WHAT TO WORK ON
When the line with "topK: 2, ...champion" appears below, start repeating lines exactly, and keep going through the line with "genome, params, flops: params"; add nothing outside that span.

GIVEN DATA
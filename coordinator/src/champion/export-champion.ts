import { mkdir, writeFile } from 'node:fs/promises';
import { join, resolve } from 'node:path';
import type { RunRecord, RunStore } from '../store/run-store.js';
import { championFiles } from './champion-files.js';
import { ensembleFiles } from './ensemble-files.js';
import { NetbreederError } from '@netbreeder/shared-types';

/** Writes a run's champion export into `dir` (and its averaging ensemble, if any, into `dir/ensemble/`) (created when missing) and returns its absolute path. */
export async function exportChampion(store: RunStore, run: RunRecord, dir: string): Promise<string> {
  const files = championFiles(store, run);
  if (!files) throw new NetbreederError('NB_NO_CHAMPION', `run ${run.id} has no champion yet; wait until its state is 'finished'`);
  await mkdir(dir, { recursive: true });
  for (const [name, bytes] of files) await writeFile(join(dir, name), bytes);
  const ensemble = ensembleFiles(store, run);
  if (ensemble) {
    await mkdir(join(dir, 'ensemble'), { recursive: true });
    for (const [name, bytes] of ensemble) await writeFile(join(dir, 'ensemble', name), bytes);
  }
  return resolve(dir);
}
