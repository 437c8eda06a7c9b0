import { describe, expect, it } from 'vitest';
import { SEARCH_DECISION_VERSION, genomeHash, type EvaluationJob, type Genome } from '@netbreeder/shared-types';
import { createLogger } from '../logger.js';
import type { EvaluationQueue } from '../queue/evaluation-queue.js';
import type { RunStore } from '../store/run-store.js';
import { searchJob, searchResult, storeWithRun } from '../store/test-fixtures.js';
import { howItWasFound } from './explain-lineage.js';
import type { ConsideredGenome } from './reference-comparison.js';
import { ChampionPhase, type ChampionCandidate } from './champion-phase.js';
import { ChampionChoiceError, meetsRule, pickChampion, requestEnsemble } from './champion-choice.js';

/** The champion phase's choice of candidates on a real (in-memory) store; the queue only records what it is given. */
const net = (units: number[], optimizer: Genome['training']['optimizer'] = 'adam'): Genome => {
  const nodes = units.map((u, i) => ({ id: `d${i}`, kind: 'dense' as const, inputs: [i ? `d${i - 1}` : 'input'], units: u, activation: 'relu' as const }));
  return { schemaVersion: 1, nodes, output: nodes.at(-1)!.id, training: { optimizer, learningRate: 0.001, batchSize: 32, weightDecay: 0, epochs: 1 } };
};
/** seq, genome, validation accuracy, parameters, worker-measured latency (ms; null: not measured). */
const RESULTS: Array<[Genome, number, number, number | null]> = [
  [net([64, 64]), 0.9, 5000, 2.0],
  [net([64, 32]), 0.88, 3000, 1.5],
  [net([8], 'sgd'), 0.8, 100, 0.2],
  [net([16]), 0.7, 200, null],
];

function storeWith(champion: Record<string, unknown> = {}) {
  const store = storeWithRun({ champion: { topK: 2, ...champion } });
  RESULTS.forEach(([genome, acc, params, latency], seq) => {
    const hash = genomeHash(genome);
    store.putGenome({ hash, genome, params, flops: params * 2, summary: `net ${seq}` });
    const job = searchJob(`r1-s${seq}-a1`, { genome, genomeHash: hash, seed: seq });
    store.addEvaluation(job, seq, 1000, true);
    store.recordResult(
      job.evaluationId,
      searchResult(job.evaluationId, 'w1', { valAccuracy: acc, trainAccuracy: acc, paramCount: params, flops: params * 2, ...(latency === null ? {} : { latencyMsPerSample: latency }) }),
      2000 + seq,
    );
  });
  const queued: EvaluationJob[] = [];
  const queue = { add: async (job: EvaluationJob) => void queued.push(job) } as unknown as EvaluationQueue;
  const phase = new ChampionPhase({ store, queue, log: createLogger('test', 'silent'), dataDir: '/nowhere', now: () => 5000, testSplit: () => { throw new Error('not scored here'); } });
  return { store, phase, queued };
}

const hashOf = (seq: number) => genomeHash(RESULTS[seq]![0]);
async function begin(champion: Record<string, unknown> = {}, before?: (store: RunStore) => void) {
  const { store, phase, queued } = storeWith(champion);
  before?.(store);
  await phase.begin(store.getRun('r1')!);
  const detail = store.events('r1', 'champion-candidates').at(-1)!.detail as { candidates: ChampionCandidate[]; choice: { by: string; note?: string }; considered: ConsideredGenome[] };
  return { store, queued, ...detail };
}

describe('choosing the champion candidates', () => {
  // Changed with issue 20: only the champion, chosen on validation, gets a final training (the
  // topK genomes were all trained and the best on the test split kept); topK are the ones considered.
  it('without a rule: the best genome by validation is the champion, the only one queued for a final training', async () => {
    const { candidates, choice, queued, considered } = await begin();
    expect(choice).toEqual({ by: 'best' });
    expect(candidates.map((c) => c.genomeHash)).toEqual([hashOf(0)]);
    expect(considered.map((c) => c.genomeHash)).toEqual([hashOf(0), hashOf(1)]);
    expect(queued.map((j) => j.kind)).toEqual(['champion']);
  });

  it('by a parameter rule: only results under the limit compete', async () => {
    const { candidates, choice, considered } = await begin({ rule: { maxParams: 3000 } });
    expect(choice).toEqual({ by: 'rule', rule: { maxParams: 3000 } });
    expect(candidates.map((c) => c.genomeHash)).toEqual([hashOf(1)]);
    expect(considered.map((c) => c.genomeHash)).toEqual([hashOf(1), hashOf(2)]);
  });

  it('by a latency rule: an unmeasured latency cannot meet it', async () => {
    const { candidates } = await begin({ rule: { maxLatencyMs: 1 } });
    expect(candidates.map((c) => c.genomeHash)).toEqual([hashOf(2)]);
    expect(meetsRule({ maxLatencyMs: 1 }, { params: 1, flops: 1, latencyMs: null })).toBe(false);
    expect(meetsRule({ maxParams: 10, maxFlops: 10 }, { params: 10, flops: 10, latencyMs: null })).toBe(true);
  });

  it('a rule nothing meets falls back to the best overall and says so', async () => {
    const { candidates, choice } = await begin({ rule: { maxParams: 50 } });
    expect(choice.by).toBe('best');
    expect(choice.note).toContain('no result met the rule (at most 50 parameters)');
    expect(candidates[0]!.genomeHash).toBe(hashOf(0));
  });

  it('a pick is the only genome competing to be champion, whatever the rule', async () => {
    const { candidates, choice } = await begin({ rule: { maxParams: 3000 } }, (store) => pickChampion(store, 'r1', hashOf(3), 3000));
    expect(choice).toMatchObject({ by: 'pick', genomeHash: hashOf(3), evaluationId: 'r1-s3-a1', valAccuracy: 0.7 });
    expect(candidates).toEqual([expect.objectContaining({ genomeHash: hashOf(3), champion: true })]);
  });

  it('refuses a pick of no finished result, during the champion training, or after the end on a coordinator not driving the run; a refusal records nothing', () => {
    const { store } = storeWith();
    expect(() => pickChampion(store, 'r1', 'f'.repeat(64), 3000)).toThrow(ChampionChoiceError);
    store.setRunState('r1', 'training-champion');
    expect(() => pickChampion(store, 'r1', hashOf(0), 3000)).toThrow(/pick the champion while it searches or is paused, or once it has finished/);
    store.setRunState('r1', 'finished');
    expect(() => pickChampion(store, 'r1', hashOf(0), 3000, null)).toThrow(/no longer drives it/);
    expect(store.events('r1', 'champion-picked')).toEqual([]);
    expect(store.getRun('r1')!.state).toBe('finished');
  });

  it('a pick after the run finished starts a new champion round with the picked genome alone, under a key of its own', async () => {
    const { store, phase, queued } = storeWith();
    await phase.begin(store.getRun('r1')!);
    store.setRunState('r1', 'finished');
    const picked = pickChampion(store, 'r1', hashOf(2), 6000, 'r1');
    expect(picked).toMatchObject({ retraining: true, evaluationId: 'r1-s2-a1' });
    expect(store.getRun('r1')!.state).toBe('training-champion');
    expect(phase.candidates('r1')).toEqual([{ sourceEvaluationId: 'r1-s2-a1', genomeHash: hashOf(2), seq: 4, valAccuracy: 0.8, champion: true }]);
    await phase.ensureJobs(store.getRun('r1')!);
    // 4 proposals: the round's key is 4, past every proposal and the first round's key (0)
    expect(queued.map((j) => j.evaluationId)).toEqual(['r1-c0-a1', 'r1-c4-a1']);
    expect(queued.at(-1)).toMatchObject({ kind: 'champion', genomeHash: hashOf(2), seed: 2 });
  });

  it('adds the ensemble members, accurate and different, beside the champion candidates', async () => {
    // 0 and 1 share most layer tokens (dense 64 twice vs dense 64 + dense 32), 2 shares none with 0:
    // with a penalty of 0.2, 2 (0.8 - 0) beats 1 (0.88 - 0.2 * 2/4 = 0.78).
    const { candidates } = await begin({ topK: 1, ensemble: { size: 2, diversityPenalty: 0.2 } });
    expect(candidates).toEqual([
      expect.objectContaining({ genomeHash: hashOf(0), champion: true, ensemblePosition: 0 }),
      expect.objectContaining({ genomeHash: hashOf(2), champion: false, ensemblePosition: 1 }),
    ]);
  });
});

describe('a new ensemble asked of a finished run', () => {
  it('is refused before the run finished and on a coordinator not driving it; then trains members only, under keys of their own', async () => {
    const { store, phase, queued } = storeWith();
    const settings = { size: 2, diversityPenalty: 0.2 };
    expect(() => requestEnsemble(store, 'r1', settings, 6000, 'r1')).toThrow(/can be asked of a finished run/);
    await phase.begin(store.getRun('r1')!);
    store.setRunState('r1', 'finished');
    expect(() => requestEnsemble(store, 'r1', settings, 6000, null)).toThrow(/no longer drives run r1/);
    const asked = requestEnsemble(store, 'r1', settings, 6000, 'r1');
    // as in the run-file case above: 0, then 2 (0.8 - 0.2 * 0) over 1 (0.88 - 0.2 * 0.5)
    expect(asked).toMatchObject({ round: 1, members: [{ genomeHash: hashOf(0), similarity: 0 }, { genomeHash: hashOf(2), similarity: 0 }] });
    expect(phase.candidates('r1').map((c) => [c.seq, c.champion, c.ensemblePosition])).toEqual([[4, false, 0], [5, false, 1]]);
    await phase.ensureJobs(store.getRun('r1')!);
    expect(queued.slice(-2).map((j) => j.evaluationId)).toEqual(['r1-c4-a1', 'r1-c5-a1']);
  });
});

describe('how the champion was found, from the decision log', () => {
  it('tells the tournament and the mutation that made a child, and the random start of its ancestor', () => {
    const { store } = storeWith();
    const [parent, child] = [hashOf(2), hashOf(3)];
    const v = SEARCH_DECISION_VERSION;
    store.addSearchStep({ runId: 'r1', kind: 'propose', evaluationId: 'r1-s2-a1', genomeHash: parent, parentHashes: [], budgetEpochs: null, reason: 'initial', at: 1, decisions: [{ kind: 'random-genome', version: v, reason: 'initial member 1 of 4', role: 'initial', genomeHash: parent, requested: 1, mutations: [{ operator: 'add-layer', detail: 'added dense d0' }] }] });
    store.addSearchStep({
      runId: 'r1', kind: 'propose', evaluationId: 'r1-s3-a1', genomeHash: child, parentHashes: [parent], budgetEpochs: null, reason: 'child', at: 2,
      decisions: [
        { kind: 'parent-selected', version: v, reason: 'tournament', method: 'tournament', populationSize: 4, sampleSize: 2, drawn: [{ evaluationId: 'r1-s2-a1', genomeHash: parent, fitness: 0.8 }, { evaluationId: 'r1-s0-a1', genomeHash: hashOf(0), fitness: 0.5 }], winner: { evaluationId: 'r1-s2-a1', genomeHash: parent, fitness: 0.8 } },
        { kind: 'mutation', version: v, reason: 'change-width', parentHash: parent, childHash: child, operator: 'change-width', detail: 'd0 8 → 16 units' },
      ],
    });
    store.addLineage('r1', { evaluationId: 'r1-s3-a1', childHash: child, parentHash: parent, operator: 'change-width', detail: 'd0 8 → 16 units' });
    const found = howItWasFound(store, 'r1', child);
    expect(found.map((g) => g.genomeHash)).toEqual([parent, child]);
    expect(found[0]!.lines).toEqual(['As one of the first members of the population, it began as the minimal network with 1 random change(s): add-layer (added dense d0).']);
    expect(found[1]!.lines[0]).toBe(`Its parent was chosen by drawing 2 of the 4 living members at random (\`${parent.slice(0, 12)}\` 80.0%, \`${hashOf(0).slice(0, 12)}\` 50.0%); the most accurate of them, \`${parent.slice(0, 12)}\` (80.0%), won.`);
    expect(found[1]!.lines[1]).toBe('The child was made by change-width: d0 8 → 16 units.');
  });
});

COMPLETED EXERCISE
  const store = storeWithRun({ champion: { topK: 2, ...champion } });
  RESULTS.forEach(([genome, acc, params, latency], seq) => {
    const hash = genomeHash(genome);
    store.putGenome({ hash, genome, params, flops: params * 2, summary: `net ${seq}` });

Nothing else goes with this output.